国家自然科学基金(62072007, 62192733, 61832009, 62192731, 62192730)
尽管静态分析工具能够在软件开发生命周期的早期阶段帮助开发人员检测软件中的潜在缺陷, 但该类工具往往存在警报假阳性率高的问题. 为了提高该类工具的可用性, 研究人员提出许多警报确认技术来对假阳性警报进行自动分类. 然而, 已有方法集中于利用手工设计的特征或语句级的抽象语法树标记序列来表示缺陷代码, 难以从报告的警报中捕获语义. 为了克服传统方法的局限性, 利用深度神经网络强大的特征抽取和表示能力从控制流图路径中学习代码语义表征用于警报确认. 控制流图是程序的执行过程抽象表示, 因此控制流图路径序列能够引导模型更精确地学习与潜在缺陷相关的语义信息. 通过微调预训练语言模型对路径序列进行编码并从中捕捉语义特征用于模型构建. 最后在8个开源项目上与最先进的基线方法进行大量对比实验验证所提方法的有效性.

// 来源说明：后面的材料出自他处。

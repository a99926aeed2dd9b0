//go:build slow

package minimize

import (
	"context"
	"testing"

	"github.com/tenter-go/tenter/action"
	"github.com/tenter-go/tenter/field"
	"github.com/tenter-go/tenter/lattice"
)

// As TestBounce, one level finer.
func TestBounceSlow(t *testing.T) { checkBounces(t, 0.2, 0.005) }

// The formulas of TestNullityOfTheMasslessBlock and TestMorseIndexOfAMassiveBlock
// on blocks of 10⁵ events.
func TestLargeBlocksSlow(t *testing.T) {
	for _, c := range [][2]int{{320, 256}, {300, 400}, {256, 257}} {
		nx, nt := c[0], c[1]
		s, held := twoTimes(t, nx, nt, 1/float64(nx), 1/float64(nx), action.Wave{}, lattice.Held, lattice.Held, false)
		found, _ := Stationary(context.Background(), s, held, field.NewHistory(s.Block(), 1), nil)
		if i := found.Report.Inertia; i.Nullity != gcd(nx, nt)-1 || !i.Known {
			t.Errorf("%d × %d: %v, want nullity %d", nx, nt, i, gcd(nx, nt)-1)
		}
		t.Logf("%d × %d: %v\n%v", nx, nt, found.Report.Inertia, found.Report)
		for _, links := range []action.Links{action.Nearest, action.Fourth, action.Sixth} {
			dx, dt := 10/float64(nx), 6/float64(nt)
			s, held := twoTimes(t, nx, nt, dx, dt, action.Wave{Potential: action.Mass(1), Links: links}, lattice.Held, lattice.Held, false)
			found, err := Stationary(context.Background(), s, held, field.NewHistory(s.Block(), 1), nil)
			if err != nil {
				t.Fatal(err)
			}
			if i, want := found.Report.Inertia, modeIndex(nx, nt, dx, dt, 1, links); i.Index != want || !i.Known {
				t.Errorf("%d × %d, links of order %d: %v, want index %d", nx, nt, links, i, want)
			}
		}
	}
}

Static analysis tools often suffer from high false positive rates of reported alarms, despite their ability to aid developers in detecting potential defects early in the software development life cycle. To improve the availability of these tools, many automated warning identification techniques have been proposed to assist developers in classifying false positive alarms. However, existing approaches mainly focus on using hand-engineered features or statement-level abstract syntax tree token sequences to represent the defective code, failing to capture semantics from the reported alarms. To overcome the limitations of traditional approaches, this study employs deep neural networks with powerful feature extraction and representation abilities to generate code semantics from control flow graph paths for warning identification. The control flow graph abstractly represents the execution process of a given program. Thus, the generated path sequences of the control flow graph can guide the deep neural networks to learn semantic information about the potential defect more accurately. In this study, the pre-trained language model is fine-tuned to encode the path sequences and capture the semantic representations for model building. Finally, the study conducts extensive experiments on eight open-source projects to verify the effectiveness of the proposed approach by comparing it with the state-of-the-art baselines.